Onion rings, though, were a disaster. They tasted of nothing, and when I say nothing I mean absolutely nothing - they were completely devoid of any organic flavour whatsoever, like rings of baked sand. The little cheese dip they arrived with was inoffensive - it at least felt like it had come from planet earth - but nothing could have made those rings worth eating. They would have been expensive at any price but at £3.95 they were an insult, and an Oreo milkshake also for £3.95 was fine but about half the size of the one that Byron charge the same for.

As the second cynical, lazy proto-chain attempting to ride London's current food obsessions to success I've had the misfortune of eating at in the space of a month, I hope that BRGR isn't around for too much longer; I hope it fails. But the rules that govern which restaurants do well and which don't are far too complex for an armchair pundit like me to predict.
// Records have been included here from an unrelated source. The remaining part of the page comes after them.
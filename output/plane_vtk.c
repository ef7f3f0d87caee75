/* SPDX-License-Identifier: GPL-3.0-or-later */

/* The file keeps the solution where it was computed, on the graded lines, so a viewer
 * shows what the solver saw and nothing was resampled. */

#include "output/plane_vtk.h"

#include <float.h>
#include <math.h>

/* Readers that go through C++ streams reject numbers below the normal range, and a
 * minus sign on a zero only clutters. */
static double tidy(double x)
{
    return fabs(x) < DBL_MIN ? 0.0 : x;
}

static enum status check_finite(const double *values, size_t count, const char *what,
                                enum plane_kind kind, struct messages *messages)
{
    for (size_t k = 0; k < count; k++) {
        if (isfinite(values[k]))
            continue;
        messages_add(messages, SEVERITY_ERROR, (struct place){0, 0},
                     "%s: the %s of node %zu is not a finite number",
                     plane_kind_key(kind), what, k);
        return STATUS_UNTRUSTED;
    }
    return STATUS_OK;
}

static void write_header(struct sink *sink, enum plane_kind kind,
                         const struct grid *grid)
{
    const char *a = axis_key(plane_kind_axis(kind, 0));
    const char *b = axis_key(plane_kind_axis(kind, 1));
    bool magnetic = plane_kind_is_magnetic(kind);
    sink_print(sink, "# vtk DataFile Version 3.0\n");
    sink_print(sink,
               "evengap %s, finest grid: (X,Y,Z) = (%s,%s,0) in m; potential in %s; "
               "%s in %s along (%s,%s,0); part: index, -1 free, -2..-5 wall at low %s, "
               "high %s, low %s, high %s\n",
               plane_kind_key(kind), a, b, magnetic ? "A" : "V",
               magnetic ? "magnetic_flux_density" : "electric_field",
               magnetic ? "T" : "V/m", a, b, a, a, b, b);
    sink_print(sink, "ASCII\nDATASET RECTILINEAR_GRID\nDIMENSIONS %d %d 1\n", grid->na,
               grid->nb);
}

static void write_lines(struct sink *sink, const char *name, const double *lines,
                        int count)
{
    sink_print(sink, "%s_COORDINATES %d double\n", name, count);
    for (int k = 0; k < count; k++)
        sink_print(sink, "%.17g\n", tidy(lines[k]));
}

static void write_scalars(struct sink *sink, const struct plane_result *plane,
                          size_t count)
{
    sink_print(sink, "SCALARS potential double 1\nLOOKUP_TABLE default\n");
    for (size_t k = 0; k < count; k++)
        sink_number(sink, tidy(plane->potential[k]), '\n');
    sink_print(sink, "SCALARS part int 1\nLOOKUP_TABLE default\n");
    for (size_t k = 0; k < count; k++)
        sink_print(sink, "%d\n", plane->grid.owner[k]);
}

enum status plane_vtk_write(struct sink *sink, enum plane_kind kind,
                            const struct plane_result *plane, struct messages *messages)
{
    const struct grid *grid = &plane->grid;
    size_t count = (size_t)grid->na * (size_t)grid->nb;
    enum status status = STATUS_OK;
    if ((status = check_finite(plane->potential, count, "potential", kind, messages)) ||
        (status = check_finite(plane->field_a, count, "field", kind, messages)) ||
        (status = check_finite(plane->field_b, count, "field", kind, messages)))
        return status;
    write_header(sink, kind, grid);
    write_lines(sink, "X", grid->a, grid->na);
    write_lines(sink, "Y", grid->b, grid->nb);
    sink_print(sink, "Z_COORDINATES 1 double\n0\nPOINT_DATA %zu\n", count);
    write_scalars(sink, plane, count);
    sink_print(sink, "VECTORS %s double\n",
               plane_kind_is_magnetic(kind) ? "magnetic_flux_density"
                                            : "electric_field");
    for (size_t k = 0; k < count; k++) {
        sink_number(sink, tidy(plane->field_a[k]), ' ');
        sink_number(sink, tidy(plane->field_b[k]), ' ');
        sink_bytes(sink, "0\n", 2);
    }
    return STATUS_OK;
}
Look at poor old North Road, which this week went into administration despite the kind of critical reception many places would kill for, and St John Hotel which seems to be struggling not long after winning a Michelin star itself. So who knows if BRGR will survive. All I can tell you is there are better burgers to eat within spitting distance, and if BRGR think they deserve a spot in amongst the likes of MeatLiquor, Patty & Bun, Lucky Chip et all, they're out of their FCKNG minds.


BRGR Co.  on Urbanspoon

Someone has pointed out that the onion rings are £2.95 on the bill, not £3.95 as they were on the menu. Either way, that's either £2.95 or £3.95 too much.